[Collected data]
◆ ◆ ◆ ◆ ◆

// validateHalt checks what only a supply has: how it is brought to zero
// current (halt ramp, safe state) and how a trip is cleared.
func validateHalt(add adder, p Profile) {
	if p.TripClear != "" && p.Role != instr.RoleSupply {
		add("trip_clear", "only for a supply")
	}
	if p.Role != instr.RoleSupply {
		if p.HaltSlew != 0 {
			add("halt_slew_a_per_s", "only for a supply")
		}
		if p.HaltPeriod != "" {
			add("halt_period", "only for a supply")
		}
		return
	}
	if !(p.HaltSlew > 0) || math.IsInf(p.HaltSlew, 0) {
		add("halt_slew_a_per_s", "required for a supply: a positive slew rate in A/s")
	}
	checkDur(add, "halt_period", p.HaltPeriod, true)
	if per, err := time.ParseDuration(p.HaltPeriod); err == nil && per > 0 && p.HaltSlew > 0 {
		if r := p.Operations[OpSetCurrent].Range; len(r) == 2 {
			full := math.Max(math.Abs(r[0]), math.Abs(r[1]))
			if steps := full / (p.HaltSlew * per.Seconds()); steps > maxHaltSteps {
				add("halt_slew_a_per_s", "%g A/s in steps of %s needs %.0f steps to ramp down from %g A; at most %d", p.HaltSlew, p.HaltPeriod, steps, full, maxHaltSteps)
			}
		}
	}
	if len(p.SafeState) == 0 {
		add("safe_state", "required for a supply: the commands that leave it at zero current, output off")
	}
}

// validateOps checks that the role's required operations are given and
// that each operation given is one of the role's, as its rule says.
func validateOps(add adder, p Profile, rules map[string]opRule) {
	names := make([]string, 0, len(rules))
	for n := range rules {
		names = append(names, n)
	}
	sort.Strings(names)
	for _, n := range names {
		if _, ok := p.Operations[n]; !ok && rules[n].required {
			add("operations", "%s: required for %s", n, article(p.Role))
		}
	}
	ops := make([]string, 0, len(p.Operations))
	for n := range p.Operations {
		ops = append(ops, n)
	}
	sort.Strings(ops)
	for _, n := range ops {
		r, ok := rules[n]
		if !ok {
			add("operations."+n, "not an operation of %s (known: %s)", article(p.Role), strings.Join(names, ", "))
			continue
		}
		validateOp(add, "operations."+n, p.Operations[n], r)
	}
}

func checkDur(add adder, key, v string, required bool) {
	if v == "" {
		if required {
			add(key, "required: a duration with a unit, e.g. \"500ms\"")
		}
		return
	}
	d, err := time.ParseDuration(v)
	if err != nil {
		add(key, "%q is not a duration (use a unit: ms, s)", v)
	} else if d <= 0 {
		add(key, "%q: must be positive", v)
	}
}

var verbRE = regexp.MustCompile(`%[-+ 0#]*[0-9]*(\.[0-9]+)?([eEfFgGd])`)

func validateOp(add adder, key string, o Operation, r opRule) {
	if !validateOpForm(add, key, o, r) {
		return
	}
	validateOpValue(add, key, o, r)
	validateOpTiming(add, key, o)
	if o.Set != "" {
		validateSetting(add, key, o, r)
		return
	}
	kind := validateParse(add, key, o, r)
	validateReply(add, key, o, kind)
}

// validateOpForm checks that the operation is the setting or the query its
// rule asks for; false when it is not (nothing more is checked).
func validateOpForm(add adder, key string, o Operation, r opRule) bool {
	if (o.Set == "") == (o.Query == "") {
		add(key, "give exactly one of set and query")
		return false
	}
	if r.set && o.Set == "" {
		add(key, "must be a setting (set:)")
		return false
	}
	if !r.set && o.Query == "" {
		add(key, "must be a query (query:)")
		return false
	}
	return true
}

◆ ◆ ◆ ◆ ◆

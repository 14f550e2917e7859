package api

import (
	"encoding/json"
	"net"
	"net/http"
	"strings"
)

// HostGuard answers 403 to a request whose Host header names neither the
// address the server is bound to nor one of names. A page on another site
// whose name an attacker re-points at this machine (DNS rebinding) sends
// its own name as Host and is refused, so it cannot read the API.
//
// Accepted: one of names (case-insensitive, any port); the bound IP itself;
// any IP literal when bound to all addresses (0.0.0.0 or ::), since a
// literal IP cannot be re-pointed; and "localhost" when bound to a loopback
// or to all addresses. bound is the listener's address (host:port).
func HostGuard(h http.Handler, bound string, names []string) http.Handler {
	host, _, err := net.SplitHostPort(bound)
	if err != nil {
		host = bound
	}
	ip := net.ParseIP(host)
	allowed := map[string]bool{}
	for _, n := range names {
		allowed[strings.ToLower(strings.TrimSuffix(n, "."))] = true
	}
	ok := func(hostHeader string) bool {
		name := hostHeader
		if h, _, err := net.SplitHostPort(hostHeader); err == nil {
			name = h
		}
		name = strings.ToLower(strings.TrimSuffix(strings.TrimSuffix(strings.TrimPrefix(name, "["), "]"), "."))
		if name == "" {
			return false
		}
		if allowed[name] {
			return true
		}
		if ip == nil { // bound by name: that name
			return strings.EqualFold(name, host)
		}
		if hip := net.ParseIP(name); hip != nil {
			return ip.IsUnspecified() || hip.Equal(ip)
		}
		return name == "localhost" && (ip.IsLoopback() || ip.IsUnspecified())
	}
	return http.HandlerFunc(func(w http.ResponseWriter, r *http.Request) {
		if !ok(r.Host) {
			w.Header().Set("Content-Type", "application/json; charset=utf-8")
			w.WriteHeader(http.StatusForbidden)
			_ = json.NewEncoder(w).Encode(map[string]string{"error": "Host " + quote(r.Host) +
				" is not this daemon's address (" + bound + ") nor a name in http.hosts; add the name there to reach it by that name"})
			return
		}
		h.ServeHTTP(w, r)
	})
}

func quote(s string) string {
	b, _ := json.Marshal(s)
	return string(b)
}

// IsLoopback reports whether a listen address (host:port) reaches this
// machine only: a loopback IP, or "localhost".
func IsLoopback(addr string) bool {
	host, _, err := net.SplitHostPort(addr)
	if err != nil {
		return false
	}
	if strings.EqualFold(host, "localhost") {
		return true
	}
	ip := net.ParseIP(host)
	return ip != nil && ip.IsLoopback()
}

◆ ◆ ◆ ◆ ◆

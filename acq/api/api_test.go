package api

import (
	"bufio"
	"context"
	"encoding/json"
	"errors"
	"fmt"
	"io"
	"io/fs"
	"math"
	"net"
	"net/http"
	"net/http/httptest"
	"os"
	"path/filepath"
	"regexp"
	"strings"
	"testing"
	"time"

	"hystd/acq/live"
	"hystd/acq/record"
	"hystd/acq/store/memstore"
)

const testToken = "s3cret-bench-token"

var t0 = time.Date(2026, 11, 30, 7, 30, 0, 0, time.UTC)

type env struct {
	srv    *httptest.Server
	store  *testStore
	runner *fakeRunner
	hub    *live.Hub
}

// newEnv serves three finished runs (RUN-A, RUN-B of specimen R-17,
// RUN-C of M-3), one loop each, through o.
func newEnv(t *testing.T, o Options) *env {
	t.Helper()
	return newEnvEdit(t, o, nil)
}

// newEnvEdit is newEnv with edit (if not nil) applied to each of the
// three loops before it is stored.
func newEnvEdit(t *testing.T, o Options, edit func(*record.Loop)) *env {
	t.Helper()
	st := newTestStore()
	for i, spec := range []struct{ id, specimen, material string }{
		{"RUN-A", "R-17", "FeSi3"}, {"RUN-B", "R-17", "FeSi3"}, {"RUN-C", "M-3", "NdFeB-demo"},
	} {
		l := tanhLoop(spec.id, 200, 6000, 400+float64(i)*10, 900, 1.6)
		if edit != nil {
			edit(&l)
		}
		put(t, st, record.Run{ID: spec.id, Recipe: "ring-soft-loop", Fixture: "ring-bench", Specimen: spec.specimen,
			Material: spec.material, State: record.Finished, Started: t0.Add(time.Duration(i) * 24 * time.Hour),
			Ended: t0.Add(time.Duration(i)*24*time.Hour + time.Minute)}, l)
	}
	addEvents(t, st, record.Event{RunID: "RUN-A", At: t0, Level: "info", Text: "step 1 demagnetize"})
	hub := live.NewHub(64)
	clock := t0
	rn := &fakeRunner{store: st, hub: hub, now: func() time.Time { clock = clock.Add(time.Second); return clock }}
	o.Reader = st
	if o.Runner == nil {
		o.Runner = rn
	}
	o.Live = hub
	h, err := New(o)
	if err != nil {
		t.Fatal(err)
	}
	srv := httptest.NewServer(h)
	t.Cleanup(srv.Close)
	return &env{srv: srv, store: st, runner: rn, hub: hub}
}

◆ ◆ ◆ ◆ ◆

**REQUIRED WORK**. Using the records above, copy all lines that include the word "struct".

**SOLUTION FOR THIS TASK**.
type env struct {
	for i, spec := range []struct{ id, specimen, material string }{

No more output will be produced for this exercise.